Choosing the Right Batch Size for Your Database
A guide to selecting the optimal batch size for MySQL, PostgreSQL, SQLite, and SQL Server based on row width, column count, and database configuration.
Detailed Explanation
Batch Size Selection Guide
The right batch size depends on three factors: your database engine, the width of each row (number of columns and string lengths), and your database configuration.
Decision Matrix
| Scenario | Recommended Batch Size |
|---|---|
| SQLite, wide tables (15+ columns) | 25-50 |
| SQLite, narrow tables (< 10 columns) | 100 |
| MySQL, default config | 100-500 |
MySQL, increased max_allowed_packet |
500-1000 |
| PostgreSQL, any config | 500-1000 |
| SQL Server | Up to 1000 (hard limit) |
Calculating the Limit
For SQLite, the constraint is SQLITE_MAX_VARIABLE_NUMBER (default 999):
max_rows = floor(999 / number_of_columns)
For a table with 12 columns: floor(999 / 12) = 83 rows maximum.

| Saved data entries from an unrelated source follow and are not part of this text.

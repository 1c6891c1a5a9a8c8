#include "safesite/pipeline/break_even.hpp"

#include <cmath>
#include <cstdint>
#include <limits>

#include <boost/math/tools/roots.hpp>
#include <boost/math/tools/toms748_solve.hpp>

#include "safesite/error.hpp"

namespace safesite::pipeline {

std::string BreakEven::status_name() const {
    switch (status) {
        case Status::found: return "found";
        case Status::none_in_range: return "none in range";
        case Status::always: return "always";
    }
    return "";
}

BreakEven solve_break_even(const std::function<double(double)>& lambda_of_e, double target,
                           double lo, double hi, int max_evaluations) {
    if (!(lo < hi)) throw UsageError("break-even: empty search interval");
    BreakEven out;
    auto lambda = [&](double e) {
        ++out.evaluations;
        const double l = lambda_of_e(e);
        if (!std::isfinite(l))
            throw NumericalError("break-even: λ is not finite at e = " + std::to_string(e));
        return l;
    };
    out.lambda_lo = lambda(lo);
    out.lambda_hi = lambda(hi);
    if (out.lambda_lo >= target) {
        out.status = BreakEven::Status::always;
        out.value = lo;
        return out;
    }
    if (out.lambda_hi < target) {
        out.status = BreakEven::Status::none_in_range;
        out.value = std::numeric_limits<double>::quiet_NaN();
        return out;
    }
    // g(e) = λ(e) − λ0 changes sign on [lo, hi]; TOMS 748 keeps the bracket.
    auto g = [&](double e) { return lambda(e) - target; };
    std::uintmax_t iterations = static_cast<std::uintmax_t>(max_evaluations);
    const auto bracket = boost::math::tools::toms748_solve(
        g, lo, hi, out.lambda_lo - target, out.lambda_hi - target,
        boost::math::tools::eps_tolerance<double>(40), iterations);
    if (iterations >= static_cast<std::uintmax_t>(max_evaluations))
        throw NumericalError("break-even: no convergence in " + std::to_string(max_evaluations) +
                             " evaluations");
    out.status = BreakEven::Status::found;
    out.value = 0.5 * (bracket.first + bracket.second);
    return out;
}

}  // namespace safesite::pipeline
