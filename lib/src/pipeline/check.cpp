#include "safesite/pipeline/check.hpp"

#include <algorithm>
#include <cstdint>
#include <map>
#include <set>
#include <utility>
#include <numeric>

#include "safesite/error.hpp"
#include "safesite/io/csv_table.hpp"
#include "safesite/stats/design_spec.hpp"
#include "safesite/stats/formula.hpp"

namespace safesite::pipeline {

namespace {

/// One formula of the model file against the table its fit sees: the levels of ref() first
/// (with a hint), then every column and kind as the fit will learn them.
void resolve(const spec::FormulaSource& source, const std::string& text,
             const stats::Table& table) {
    stats::Formula f;
    try {
        f = stats::parse_formula(text, source.value.key);
        (void)stats::DesignSpec::learn_types(f, table);
    } catch (const stats::FormulaError& e) {
        // Levels of ref() first (with a hint), below; other problems as the fit would see them.
        bool level = false;
        for (const auto& term : f.terms)
            for (const auto& a : term.atoms)
                level = level || (a.kind == stats::Atom::Kind::reference &&
                                  a.level_position == e.column());
        if (!level) {
            std::string reason = e.reason();
            const std::string prefix =
                "formula '" + text + "', character " + std::to_string(e.column()) + ": ";
            if (reason.rfind(prefix, 0) == 0) reason = reason.substr(prefix.size());
            spec::formula_error(source, text, e.column(), reason);
        }
    }
    for (const auto& term : f.terms)
        for (const auto& a : term.atoms) {
            if (a.kind != stats::Atom::Kind::reference || !table.has(a.expr.name) ||
                !table.is_categorical(a.expr.name))
                continue;
            const auto& levels = table.categorical(a.expr.name).levels;
            if (std::find(levels.begin(), levels.end(), a.ref_level) != levels.end()) continue;
            spec::formula_error(source, text, a.level_position,
                                spec::level_message(a.ref_level, a.expr.name, levels,
                                                    " in the data"));
        }
}

}  // namespace

void resolve_formulas(const spec::ModelSpec& model, const census::TransitionData& data) {
    for (const auto& rate : model.rates) {
        if (rate.is_fixed()) continue;
        const stats::Table& table = rate.name == "survival" || rate.name == "growth"
                                        ? data.transitions
                                    : rate.name == "recruit_size" ? data.recruits
                                                                  : data.plants;
        // A model built in code has no source locations: name the file and the key at least.
        auto source = [&](const spec::FormulaSource* given, const std::string& key) {
            spec::FormulaSource s = given ? *given : spec::FormulaSource{};
            if (s.value.key.empty()) s.value = {model.file.string(), rate.at.line, 0, key};
            return s;
        };
        const std::string prefix = "rates." + rate.name + ".";
        resolve(source(&rate.formula_source, prefix + "formula"), rate.formula, table);
        for (std::size_t i = 0; i < rate.candidates.size(); ++i)
            resolve(source(i < rate.candidate_sources.size() ? &rate.candidate_sources[i]
                                                             : nullptr,
                           prefix + "candidates[" + std::to_string(i + 1) + "]"),
                    rate.candidates[i], table);
    }
}

void resolve_arrival_formulas(const spec::ModelSpec& model,
                              const arrival::TrappingData& trapping,
                              const arrival::RetentionData& retention) {
    const spec::ArrivalSpec& a = model.arrival;
    if (a.method != spec::ArrivalMethod::experiments) return;
    std::vector<std::string> forms;
    for (std::size_t m = 0; m < model.microsites.labels.size(); ++m)
        if (m != model.microsites.bare_index) forms.push_back(model.microsites.labels[m]);
    auto source = [&](spec::FormulaSource s, const std::string& key) {
        if (s.value.key.empty()) s.value = {model.file.string(), a.at.line, 0, key};
        return s;
    };
    resolve(source(a.trapping_formula_source, "arrival.trapping_formula"), a.trapping_formula,
            arrival::trapping_table(trapping.trials, forms));
    resolve(source(a.retention_formula_source, "arrival.retention_formula"), a.retention_formula,
            arrival::interval_table(arrival::retention_intervals(retention.checks),
                                    model.microsites.labels));
}

CheckResult check(const spec::ModelSpec& model) {
    if (!model.data.census)
        throw SpecError({model.file.string(), 0, 0, "data.census"},
                        "the model file names no census ([data] census)");
    const io::CsvTable csv = io::CsvTable::read(*model.data.census);
    const census::Census c = census::read_census(csv, spec::to_census_options(model));
    CheckResult out;
    out.census_file = model.data.census->string();
    out.microsites = model.microsites.labels;
    out.report = c.report();
    out.summary = c.summary();
    // Formulas against the census tables: only a census without errors has them.
    if (out.valid()) {
        const census::TransitionData td = census::build_transitions(c);
        resolve_formulas(model, td);
        const std::size_t kernels = td.transitions.categorical("year").levels.size() + 1;
        out.memory = spec::mesh_memory(model, kernels);
        spec::require_mesh_memory(model, kernels);
    }
    out.options = c.options();
    if (model.arrival.method == spec::ArrivalMethod::experiments && model.data.trapping &&
        model.data.retention) {
        std::vector<std::string> forms;
        for (std::size_t m = 0; m < model.microsites.labels.size(); ++m)
            if (m != model.microsites.bare_index) forms.push_back(model.microsites.labels[m]);
        out.trapping =
            arrival::read_trapping(*model.data.trapping, forms, model.data.trapping_columns);
        out.retention = arrival::read_retention(*model.data.retention, model.microsites.labels,
                                                model.data.retention_columns);
        resolve_arrival_formulas(model, *out.trapping, *out.retention);
    }
    return out;
}

std::vector<report::TidyTable> check_tables(const CheckResult& result) {
    using report::integer;
    using report::text;
    auto count = [](auto n) { return integer(static_cast<std::int64_t>(n)); };
    const auto& s = result.summary;

    report::TidyTable years{"census_years",
                            {"year", "next_censused", "alive", "flowering", "seeds_counted",
                             "flowering_without_count", "transitions", "excluded_notfound",
                             "recruits_next_year"},
                            {}};
    report::TidyTable sites{"census_microsites",
                            {"year", "microsite", "alive", "recruits_next_year"},
                            {}};
    for (const auto& y : s.per_year) {
        const std::size_t recruits = std::accumulate(y.recruits_by_microsite.begin(),
                                                     y.recruits_by_microsite.end(),
                                                     std::size_t{0});
        years.rows.push_back({count(y.year), count(y.next_censused ? 1 : 0), count(y.alive),
                              count(y.flowering), count(y.seeds_counted),
                              count(y.flowering_without_count), count(y.transitions),
                              count(y.excluded_notfound), count(recruits)});
        for (std::size_t m = 0; m < result.microsites.size(); ++m) {
            const auto alive = m < y.alive_by_microsite.size() ? y.alive_by_microsite[m] : 0;
            const auto rec = m < y.recruits_by_microsite.size() ? y.recruits_by_microsite[m] : 0;
            sites.rows.push_back({count(y.year), text(result.microsites[m]), count(alive),
                                  y.next_censused ? count(rec) : report::missing()});
        }
    }
    report::TidyTable gaps{"census_gaps", {"from_year", "to_year"}, {}};
    for (const auto& g : s.gaps) gaps.rows.push_back({count(g.from), count(g.to)});

    report::TidyTable problems{
        "problems",
        {"severity", "code", "message", "count", "line", "column", "key", "example"},
        {}};
    for (const auto& issue : result.report.issues()) {
        const std::string severity =
            issue.severity == census::Severity::error ? "error" : "warning";
        if (issue.examples.empty())
            problems.rows.push_back({text(severity), text(issue.code), text(issue.message),
                                     count(issue.count), report::missing(), report::missing(),
                                     text(""), text("")});
        for (const auto& ex : issue.examples)
            problems.rows.push_back(
                {text(severity), text(issue.code), text(issue.message), count(issue.count),
                 ex.line > 0 ? count(ex.line) : report::missing(),
                 ex.column > 0 ? count(ex.column) : report::missing(), text(ex.key),
                 text(ex.text)});
    }
    // What each [census] row policy did: rows changed (or, set to "error", rows refused).
    report::TidyTable policies{"census_policies", {"key", "value", "rows"}, {}};
    auto issue_count = [&](const char* code) {
        const auto* issue = result.report.find(code);
        return count(issue ? issue->count : 0);
    };
    const auto& o = result.options;
    policies.rows.push_back({text("census.missing_row"),
                             text(std::string(to_string(o.missing_row))),
                             issue_count("missing_row")});
    policies.rows.push_back(
        {text("census.alive_without_size"), text(std::string(to_string(o.alive_without_size))),
         o.alive_without_size == census::AliveWithoutSize::keep ? count(s.alive_without_size)
                                                                : issue_count("missing_size")});
    policies.rows.push_back(
        {text("census.alive_after_dead"), text(std::string(to_string(o.alive_after_dead))),
         o.alive_after_dead == census::AliveAfterDead::notfound
             ? count(s.dead_read_as_notfound)
             : issue_count("alive_after_dead")});
    std::vector<report::TidyTable> out{years, sites, gaps, problems, policies};
    if (result.trapping) {
        struct Counts {
            std::set<std::string> neighbours;
            std::int64_t trials = 0, launched = 0, trapped = 0;
        };
        std::map<std::pair<std::string, std::string>, Counts> by;
        for (const auto& t : result.trapping->trials) {
            Counts& c = by[{t.form, t.seed_type}];
            c.neighbours.insert(t.neighbour);
            c.trials += 1;
            c.launched += t.launched;
            c.trapped += t.trapped;
        }
        report::TidyTable t{"trapping_summary",
                            {"form", "seed_type", "neighbours", "trials", "launched", "trapped"},
                            {}};
        for (const auto& [key, c] : by)
            t.rows.push_back({text(key.first), text(key.second), count(c.neighbours.size()),
                              integer(c.trials), integer(c.launched), integer(c.trapped)});
        out.push_back(std::move(t));
    }
    if (result.retention) {
        struct Counts {
            std::set<std::string> stations, seeds, left;
            std::int64_t checks = 0;
            double last_day = 0.0;
        };
        std::map<std::pair<std::string, std::string>, Counts> by;
        for (const auto& c : result.retention->checks) {
            Counts& k = by[{c.microsite, c.seed_type}];
            k.stations.insert(c.station);
            k.seeds.insert(c.seed);
            if (!c.present) k.left.insert(c.seed);
            k.checks += 1;
            k.last_day = std::max(k.last_day, c.day);
        }
        report::TidyTable t{"retention_summary",
                            {"microsite", "seed_type", "stations", "seeds", "checks",
                             "seeds_left", "last_day"},
                            {}};
        for (const auto& [key, k] : by)
            t.rows.push_back({text(key.first), text(key.second), count(k.stations.size()),
                              count(k.seeds.size()), integer(k.checks), count(k.left.size()),
                              report::number(k.last_day)});
        out.push_back(std::move(t));
    }
    return out;
}

}  // namespace safesite::pipeline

For MySQL, the constraint is max_allowed_packet (default 4MB):
estimated_packet_size = rows * avg_row_bytes
A row with 8 columns averaging 50 bytes each = 400 bytes/row. At 4MB limit: 4,194,304 / 400 = 10,486 rows.
Practical Tips
- Start conservative: Begin with 100, increase if no errors
- Monitor errors: "Packet too large" or "too many SQL variables" means reduce batch size
- Test in staging: Run the exact SQL against a staging database first
- Consider transactions: Wrap batches in BEGIN/COMMIT for consistency
- Network matters: Larger batches save more network round-trips for remote databases
Use Case
Your DBA reports that bulk imports occasionally fail with 'max_allowed_packet' errors in MySQL. By understanding the batch size calculation, you can set the exact limit that stays within the configured packet size.